REQUIRED WORK:
Which lines in the data contain the word "inventory"? Please copy each of them.

Data entries
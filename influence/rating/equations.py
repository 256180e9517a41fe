"""Rating equations on plain numbers: LRFR strength and service, LFR, ASR.

LRFR (MBE 6A.4.2.1; the form and the phi_c phi_s >= 0.85 limit confirmed by M. A. Khan, *Bridge
and Highway Structure Rehabilitation and Repair*, McGraw-Hill 2010, ch. 5 p. 187)::

    RF = (C - gDC DC - gDW DW -/+ gP P) / (gL (LL + IM))
    strength: C = phi_c phi_s phi Rn, phi_c phi_s >= 0.85;  service: C = f_R

LFR and ASR (MBE 6B.4.1)::

    RF = (C - A1 D) / (A2 L (1 + I))

Every value is taken in the magnitude of the section's sense (see
:mod:`influence.rating.result`), so the permanent terms are subtracted with their own signs:
the adverse sign of +/- gP P follows from P's sign at the section. A permanent effect that
relieves the sense is credited with the same factor unless ``relieving_factor`` is given (the
MBE table gives one factor per load; 1.0 or 0.0 are cautious choices), and the result says so.

Example (the arithmetic of tests/test_rating_equations.py):
    >>> effects = SectionEffects("positive", dead_components=1200.0, dead_wearing=300.0,
    ...                          live=1000.0, lane=400.0, distribution=0.6)
    >>> result = lrfr_rating(effects, nominal=5000.0, resistance_factor=1.0,
    ...                      dead_components_factor=1.25, dead_wearing_factor=1.5,
    ...                      live_factor=1.75, impact=0.33, condition_factor=0.95)
    >>> round(result.rating_factor, 6)    # (4750 - 1500 - 450) / (1.75 x 0.6 x 1730)
    1.541426
    >>> print(result.arithmetic())
    RF = (4750 - 1.25 x 1200 - 1.5 x 300) / (1.75 x (0.6 x (1000 x 1.33 + 400))) = 1.541
    >>> lrfr_rating(SectionEffects("positive", live=-5.0), nominal=10.0, resistance_factor=1.0,
    ...             dead_components_factor=1.25, dead_wearing_factor=1.5, live_factor=1.75,
    ...             impact=0.33).rating_factor      # the vehicle does not load this sense
    inf
"""

from __future__ import annotations

import math

from influence.errors import ModelError
from influence.rating.load_factors import allowable_factors
from influence.rating.member_factors import combined_member_factor
from influence.rating.result import FactoredTerm, RatingResult, SectionEffects


def _capacity_in_sense(effects: SectionEffects, value: float, what: str) -> float:
    magnitude = effects.in_sense(value)
    if not magnitude > 0.0:
        raise ModelError(
            f"{what} {value:g} has the wrong sign for the {effects.sense} sense",
            item="capacity",
            fix="give positive capacities for the positive sense and negative ones for the "
                "negative sense")
    return magnitude


def _positive_factor(value: float, what: str) -> None:
    if not value > 0.0:
        raise ModelError(f"{what} {value!r}", item=what, fix="give a factor greater than 0")


def _dead_terms(effects: SectionEffects, factors: tuple[tuple[str, float, float], ...],
                relieving_factor: float | None) -> tuple[FactoredTerm, ...]:
    terms = []
    for name, factor, value in factors:
        effect = effects.in_sense(value)
        if effect == 0.0:
            continue
        used = relieving_factor if (effect < 0.0 and relieving_factor is not None) else factor
        terms.append(FactoredTerm(name, used, effect))
    return tuple(terms)


def _rating_factor(capacity: float, dead: tuple[FactoredTerm, ...], live_factor: float,
                   impact: float, effects: SectionEffects) -> float:
    live = effects.distribution * (effects.signed_live * (1.0 + impact)
                                   + effects.in_sense(effects.lane))
    if not live > 0.0:
        return math.inf
    return (capacity - math.fsum(t.value for t in dead)) / (live_factor * live)


def _notes(dead: tuple[FactoredTerm, ...], effects: SectionEffects,
           floor_applied: bool, product: float) -> tuple[str, ...]:
    notes = []
    if floor_applied:
        notes.append(f"phi_c phi_s = {product:.4g} raised to the lower limit 0.85")
    notes += [f"{t.name} relieves the {effects.sense} sense (factor {t.factor:g})"
              for t in dead if t.relieving]
    if effects.distribution * (effects.signed_live + effects.in_sense(effects.lane)) <= 0.0:
        notes.append(f"the live load does not act in the {effects.sense} sense: not governing")
    return tuple(notes)


def lrfr_rating(effects: SectionEffects, *, nominal: float, resistance_factor: float,
                dead_components_factor: float, dead_wearing_factor: float, live_factor: float,
                impact: float, condition_factor: float = 1.0, system_factor: float = 1.0,
                permanent_factor: float = 1.0, relieving_factor: float | None = None,
                limit_state: str = "Strength I",
                level: str = "design inventory") -> RatingResult:
    """LRFR rating factor at a strength limit state, C = phi_c phi_s phi Rn.

    Args:
        effects: the section's effects and sense.
        nominal: nominal resistance Rn, signed like the sense [force or force x length].
        resistance_factor: phi [-].
        dead_components_factor: gDC [-].
        dead_wearing_factor: gDW [-].
        live_factor: gL [-].
        impact: IM as a fraction of the vehicle effect [-].
        condition_factor: phi_c [-].
        system_factor: phi_s [-].
        permanent_factor: gP [-].
        relieving_factor: load factor on permanent effects that relieve the sense (None: the
            same factors).
        limit_state: name for the result.
        level: rating level for the result.

    Raises:
        ModelError: for a capacity of the wrong sign or a factor that is not positive.
    """
    for value, what in ((resistance_factor, "resistance_factor"),
                        (condition_factor, "condition_factor"), (system_factor, "system_factor"),
                        (live_factor, "live_factor")):
        _positive_factor(value, what)
    rn = _capacity_in_sense(effects, nominal, "nominal resistance")
    member, floor_applied = combined_member_factor(condition_factor, system_factor)
    capacity = member * resistance_factor * rn
    dead = _dead_terms(effects, (("DC", dead_components_factor, effects.dead_components),
                                 ("DW", dead_wearing_factor, effects.dead_wearing),
                                 ("P", permanent_factor, effects.permanent)), relieving_factor)
    return RatingResult(
        "LRFR", level, limit_state, effects.sense, capacity, rn, resistance_factor,
        condition_factor, system_factor, member, floor_applied, dead, live_factor, impact,
        effects, _rating_factor(capacity, dead, live_factor, impact, effects),
        _notes(dead, effects, floor_applied, condition_factor * system_factor))


def lrfr_service_rating(effects: SectionEffects, *, service_capacity: float, live_factor: float,
                        impact: float, dead_components_factor: float = 1.0,
                        dead_wearing_factor: float = 1.0, permanent_factor: float = 1.0,
                        relieving_factor: float | None = None, limit_state: str = "Service II",
                        level: str = "design inventory") -> RatingResult:
    """LRFR rating factor at a service limit state, C = f_R.

    Effects and f_R must be in the same terms: both stresses, or both the effects (moment,
    force) that produce the allowable stress.

    Args:
        effects: the section's effects and sense.
        service_capacity: f_R, signed like the sense [as the effects].
        live_factor: gL [-].
        impact: IM [-].
        dead_components_factor, dead_wearing_factor, permanent_factor: 1.0 at the service
            limit states (MBE Table 6A.4.2.2-1, from memory, unconfirmed).
        relieving_factor: as for :func:`lrfr_rating`.
        limit_state, level: names for the result.

    Raises:
        ModelError: for a capacity of the wrong sign.
    """
    _positive_factor(live_factor, "live_factor")
    capacity = _capacity_in_sense(effects, service_capacity, "service capacity")
    dead = _dead_terms(effects, (("DC", dead_components_factor, effects.dead_components),
                                 ("DW", dead_wearing_factor, effects.dead_wearing),
                                 ("P", permanent_factor, effects.permanent)), relieving_factor)
    return RatingResult(
        "LRFR", level, limit_state, effects.sense, capacity, capacity, 1.0, 1.0, 1.0, 1.0,
        False, dead, live_factor, impact, effects,
        _rating_factor(capacity, dead, live_factor, impact, effects),
        _notes(dead, effects, False, 1.0))


def lfr_rating(effects: SectionEffects, *, capacity: float, dead_factor: float,
               live_factor: float, impact: float, level: str = "inventory",
               method: str = "LFR", relieving_factor: float | None = None) -> RatingResult:
    """LFR (or ASR) rating factor, RF = (C - A1 D) / (A2 L (1 + I)).

    D is DC + DW with A1; permanent effects P enter with factor 1.0 (common practice).

    Args:
        effects: the section's effects and sense.
        capacity: C, signed like the sense: phi Rn for LFR, the allowable effect for ASR.
        dead_factor: A1 [-].
        live_factor: A2 [-].
        impact: I [-].
        level: "inventory" or "operating", for the result.
        method: "LFR" or "ASR", for the result.
        relieving_factor: load factor on dead effects that relieve the sense (None: A1).

    Raises:
        ModelError: for a capacity of the wrong sign.
    """
    _positive_factor(live_factor, "live_factor")
    c = _capacity_in_sense(effects, capacity, "capacity")
    dead = _dead_terms(effects, (("D", dead_factor,
                                  effects.dead_components + effects.dead_wearing),
                                 ("P", 1.0, effects.permanent)), relieving_factor)
    return RatingResult(
        method, level, "", effects.sense, c, c, 1.0, 1.0, 1.0, 1.0, False, dead, live_factor,
        impact, effects, _rating_factor(c, dead, live_factor, impact, effects),
        _notes(dead, effects, False, 1.0))


def asr_rating(effects: SectionEffects, *, allowable: float, impact: float,
               level: str = "inventory") -> RatingResult:
    """ASR rating factor, RF = (C - A1 D) / (A2 L (1 + I)) with A1 = A2 = 1.0.

    C is the effect that produces the allowable stress of the level (MBE Table 6B.6.2.1-1,
    from memory, unconfirmed).

    Args:
        effects: the section's effects and sense.
        allowable: the effect at the level's allowable stress, signed like the sense.
        impact: I [-].
        level: "inventory" or "operating".

    Example:
        >>> effects = SectionEffects("negative", dead_components=-300.0, live=-200.0)
        >>> asr_rating(effects, allowable=-900.0, impact=0.25).rating_factor  # 600/250
        2.4
    """
    factors = allowable_factors("ASR", level)
    return lfr_rating(effects, capacity=allowable, dead_factor=factors.dead,
                      live_factor=factors.live, impact=impact, level=level, method="ASR")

RESPONSE BELOW:
                level: str = "design inventory") -> RatingResult:
                        level: str = "design inventory") -> RatingResult:
               live_factor: float, impact: float, level: str = "inventory",
        level: "inventory" or "operating", for the result.
               level: str = "inventory") -> RatingResult:
        level: "inventory" or "operating".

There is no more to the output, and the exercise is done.